# Problem details
Throughout the listing below, show every line in which "ixDrift" occurs.

# Extracted material
package split

import (
	"math"
	"math/bits"
	"math/rand/v2"
	"sort"
)

// Index parameters (see doc.go, "Near-duplicate search").
const (
	// ixTables is the number of hash tables; each samples ixKeyBits bits.
	ixTables = 12
	// ixKeyBits is the key length: bits sampled from a window of ixSpan
	// frames (bit sampling LSH for the Hamming distance, Indyk & Motwani 1998).
	ixKeyBits = 14
	ixSpan    = 64
	// ixStride: only every ixStride-th window of an indexed print is stored;
	// a query probes every ixQueryStride-th of its own, so every alignment
	// meets stored windows, and the envelopes are smooth enough that a
	// window a frame or two off matches too.
	ixStride = 4
	// ixBin is the width, in frames, of the offset histogram bins.
	ixBin = 16
	// ixMinVotes is the vote count (in two neighbouring bins) that makes a
	// candidate worth verifying.
	ixMinVotes = 4
	// ixBlock is the verification block length in frames (~1 s); blocks are
	// compared at offsets within ±ixDrift of the candidate's, and the best
	// straight line through them follows a speed change of up to 3 %.
	ixBlock = 64
	ixDrift = 20
	// ixMaxVerify caps the candidates verified per query (most votes
	// first), which bounds the query cost whatever the index size.
	ixMaxVerify = 64
	// ixQueryStride: the query probes every ixQueryStride-th frame.
	ixQueryStride = 2
	// DefaultMaxBER is the verified bit error rate at or below which two
	// prints are called near-duplicates. Unrelated prints give about 0.5;
	// distinct recordings of one synthetic machine verify at 0.43 or more
	// after the best-line search, while copies after ±6 dB gain, ±0.5 s
	// shift, 10 dB SNR white noise or ±2 % speed measure 0 to 0.33
	// (TestNearDuplicateSearch).
	DefaultMaxBER = 0.39
)

type cand struct {
	pi, off int
	votes   int
}

// verifier holds the scratch space of verify.
type verifier struct {
	table []float64
	shift []int
}

// Match is one indexed print found near a query.
type Match struct {
	ID string
	// Offset is the frame offset of the best alignment: indexed frame =
	// query frame + Offset (times Print.Hop seconds).
	Offset int
	// BER is the verified bit error rate (mean of the block-wise minima).
	BER float64
	// Votes is the number of hash hits that proposed the candidate.
	Votes int
}

// Index finds near-duplicates of a print among the prints added to it, by
// bit-sampling hash tables and offset voting, then verifying the best
// candidates by their bit error rate. Memory is about ixTables·8/ixStride
// bytes plus 4 bytes per indexed frame. Add and Index.Query are not safe for
// concurrent use; for parallel queries give each goroutine a Searcher.
type Index struct {
	MaxBER float64 // 0 means DefaultMaxBER

	ids    []string
	prints [][]uint32
	// pat[t] lists the (frame offset, bit) pairs table t samples.
	pat    [ixTables][ixKeyBits]struct{ dt, bit uint8 }
	start  [ixTables][]uint32 // bucket directory: 2^ixKeyBits + 1 offsets
	ent    [ixTables][]uint64 // print<<24 | frame, grouped by key
	built  int                // number of prints in the tables
	maxLen int                // longest indexed print, frames
	def    *Searcher
}

// Searcher queries an Index with its own scratch space. Several searchers
// of one index may run concurrently, as long as nothing is added to the
// index meanwhile.
type Searcher struct {
	ix      *Index
	votes   []uint16
	touched []int
	best    map[int]cand
	cands   []cand
	vs      verifier
}

// NewSearcher builds the index's tables (if prints were added since) and
// returns a searcher for it.
func (ix *Index) NewSearcher() *Searcher {
	ix.build()
	return &Searcher{ix: ix, best: map[int]cand{}}
}

// Query is NewSearcher().Query(p) with a searcher kept by the index; it is
// not safe for concurrent use.
func (ix *Index) Query(p Print) []Match {
	if ix.def == nil {
		ix.def = ix.NewSearcher()
	}
	ix.build()
	return ix.def.Query(p)
}

// NewIndex returns an empty index. The bit-sampling patterns come from a
// fixed PCG seed, so two indexes built from the same prints answer alike.
func NewIndex() *Index {
	ix := &Index{}
	rng := rand.New(rand.NewPCG(0x7468_7275_6d, 1))
	for t := range ix.pat {
		for k := range ix.pat[t] {
			ix.pat[t][k].dt = uint8(rng.IntN(ixSpan))
			ix.pat[t][k].bit = uint8(rng.IntN(32))
		}
	}
	return ix
}

// Bytes returns the approximate memory held by the index, in bytes: the
// words of every print and, once a query has built them, the tables.
func (ix *Index) Bytes() int {
	n := 0
	for _, w := range ix.prints {
		n += 4 * len(w)
	}
	for t := range ixTables {
		n += 8*len(ix.ent[t]) + 4*len(ix.start[t])
	}
	return n
}

// Len returns the number of prints added.
func (ix *Index) Len() int { return len(ix.ids) }

// Add adds print p under id. The index keeps p.Words (do not modify it
// afterwards).
func (ix *Index) Add(id string, p Print) {
	ix.ids = append(ix.ids, id)
	ix.prints = append(ix.prints, p.Words)
	ix.maxLen = max(ix.maxLen, len(p.Words))
}

func (ix *Index) key(t int, w []uint32, f int) uint32 {
	var k uint32
	for i, pb := range ix.pat[t] {
		k |= (w[f+int(pb.dt)] >> pb.bit & 1) << i
	}
	return k
}

// build (re)builds the tables by counting sort on the key.
func (ix *Index) build() {
	if ix.built == len(ix.ids) {
		return
	}
	const nk = 1 << ixKeyBits
	for t := range ixTables {
		cnt := make([]uint32, nk+1)
		for _, w := range ix.prints {
			for f := 0; f+ixSpan <= len(w); f += ixStride {
				cnt[ix.key(t, w, f)+1]++
			}
		}
		for k := 1; k <= nk; k++ {
			cnt[k] += cnt[k-1]
		}
		ent := make([]uint64, cnt[nk])
		pos := make([]uint32, nk)
		copy(pos, cnt[:nk])
		for pi, w := range ix.prints {
			for f := 0; f+ixSpan <= len(w); f += ixStride {
				k := ix.key(t, w, f)
				ent[pos[k]] = uint64(pi)<<24 | uint64(f)
				pos[k]++
			}
		}
		ix.start[t] = cnt
		ix.ent[t] = ent
	}
	ix.built = len(ix.ids)
}

// Query returns the indexed prints whose verified BER against p is at or
// below MaxBER, best first (ties by id). Prints shorter than one key window
// (ixSpan frames, about 1 s) are never matched. It panics if prints were
// added to the index after the searcher was made.
func (s *Searcher) Query(p Print) []Match {
	ix := s.ix
	if ix.built != len(ix.ids) {
		panic("split: Searcher used after Index.Add; make a new searcher")
	}
	w := p.Words
	if len(w) < ixSpan || len(ix.ids) == 0 {
		return nil
	}
	// Dense vote counters: one row of offset bins per indexed print.
	// offset = indexed frame − query frame ∈ (−len(w), maxLen).
	nb := (len(w)+ix.maxLen)/ixBin + 2
	if need := nb * len(ix.prints); cap(s.votes) < need {
		s.votes = make([]uint16, need)
	} else {
		s.votes = s.votes[:need]
	}
	s.touched = s.touched[:0]
	for t := range ixTables {
		st, ent := ix.start[t], ix.ent[t]
		for f := 0; f+ixSpan <= len(w); f += ixQueryStride {
			k := ix.key(t, w, f)
			for _, e := range ent[st[k]:st[k+1]] {
				c := int(e>>24)*nb + (int(e&(1<<24-1))-f+len(w))/ixBin
				v := s.votes[c]
				if v == 0 {
					s.touched = append(s.touched, c)
				}
				if v < 1<<16-1 {
					s.votes[c] = v + 1
				}
			}
		}
	}
	// Best bin pair per print.
	if s.best == nil {
		s.best = map[int]cand{}
	}
	clear(s.best)
	best := s.best
	for _, c := range s.touched {
		v := int(s.votes[c])
		if (c+1)%nb != 0 {
			v += int(s.votes[c+1])
		}
		if v < ixMinVotes {
			continue
		}
		pi := c / nb
		off := (c%nb)*ixBin - len(w) + ixBin
		if b, ok := best[pi]; !ok || v > b.votes {
			best[pi] = cand{pi, off, v}
		}
	}
	for _, c := range s.touched {
		s.votes[c] = 0
	}
	cands := s.cands[:0]
	for _, c := range best {
		cands = append(cands, c)
	}
	sort.Slice(cands, func(i, j int) bool {
		if cands[i].votes != cands[j].votes {
			return cands[i].votes > cands[j].votes
		}
		return cands[i].pi < cands[j].pi
	})
	s.cands = cands
	if len(cands) > ixMaxVerify {
		cands = cands[:ixMaxVerify]
	}
	maxBER := ix.MaxBER
	if maxBER == 0 {
		maxBER = DefaultMaxBER
	}
	var out []Match
	for _, c := range cands {
		e, off := s.vs.verify(w, ix.prints[c.pi], c.off)
		if e <= maxBER {
			out = append(out, Match{ID: ix.ids[c.pi], Offset: off, BER: e, Votes: c.votes})
		}
	}
	sort.Slice(out, func(i, j int) bool {
		if out[i].BER != out[j].BER {
			return out[i].BER < out[j].BER
		}
		return out[i].ID < out[j].ID
	})
	return out
}

// verify scores a candidate alignment. The query q is cut into ixBlock-frame
// blocks and each block's BER against d is tabled for every offset within
// ±ixDrift of off (indexed frame = query frame + offset). The score is the
// best straight line through that table,
//
//	o(b) = o0 + ρ·(centre of block b − centre of q),  |o0 − off| ≤ ixDrift,
//	ρ ∈ {−0.03, −0.025, …, 0.03},
//
// i.e. a constant offset plus the linear drift of a speed change up to ±3 %;
// the mean BER of the blocks along the best line is returned with the
// offset at the query's centre. Blocks the line leaves the table or the
// indexed print for are skipped; a line needs half the blocks. With none it
// returns 1.
func (vs *verifier) verify(q, d []uint32, off int) (float64, int) {
	nb := len(q) / ixBlock
	if nb == 0 {
		return 1, off
	}
	const no = 2*ixDrift + 1
	if cap(vs.table) < nb*no {
		vs.table = make([]float64, nb*no)
		vs.shift = make([]int, nb)
	}
	table := vs.table[:nb*no]
	shift := vs.shift[:nb]
	for b := range nb {
		row := table[b*no : (b+1)*no]
		blk := q[b*ixBlock : (b+1)*ixBlock]
		for j := range no {
			lo := b*ixBlock + off - ixDrift + j
			if lo < 0 || lo+ixBlock > len(d) {
				row[j] = -1
				continue
			}
			diff := 0
			for i, v := range blk {
				diff += bits.OnesCount32(v ^ d[lo+i])
			}
			row[j] = float64(diff) / (32 * ixBlock)
		}
	}
	mid := float64(len(q)) / 2
	best, bestOff := 2.0, off
	for r := -6; r <= 6; r++ {
		rho := 0.005 * float64(r)
		for b := range shift {
			shift[b] = int(math.Round(rho * (float64(b*ixBlock+ixBlock/2) - mid)))
		}
		for j0 := range no {
			var sum float64
			n := 0
			for b := range nb {
				j := j0 + shift[b]
				if j < 0 || j >= no || table[b*no+j] < 0 {
					continue
				}
				sum += table[b*no+j]
				n++
			}
			if 2*n < nb || n == 0 {
				continue
			}
			if e := sum / float64(n); e < best {
				best, bestOff = e, off-ixDrift+j0
			}
		}
	}
	if best > 1 {
		return 1, off
	}
	return best, bestOff
}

# Response to the exercise
	// compared at offsets within ±ixDrift of the candidate's, and the best
	ixDrift = 20
// ±ixDrift of off (indexed frame = query frame + offset). The score is the
//	o(b) = o0 + ρ·(centre of block b − centre of q),  |o0 − off| ≤ ixDrift,
	const no = 2*ixDrift + 1
			lo := b*ixBlock + off - ixDrift + j
				best, bestOff = e, off-ixDrift+j0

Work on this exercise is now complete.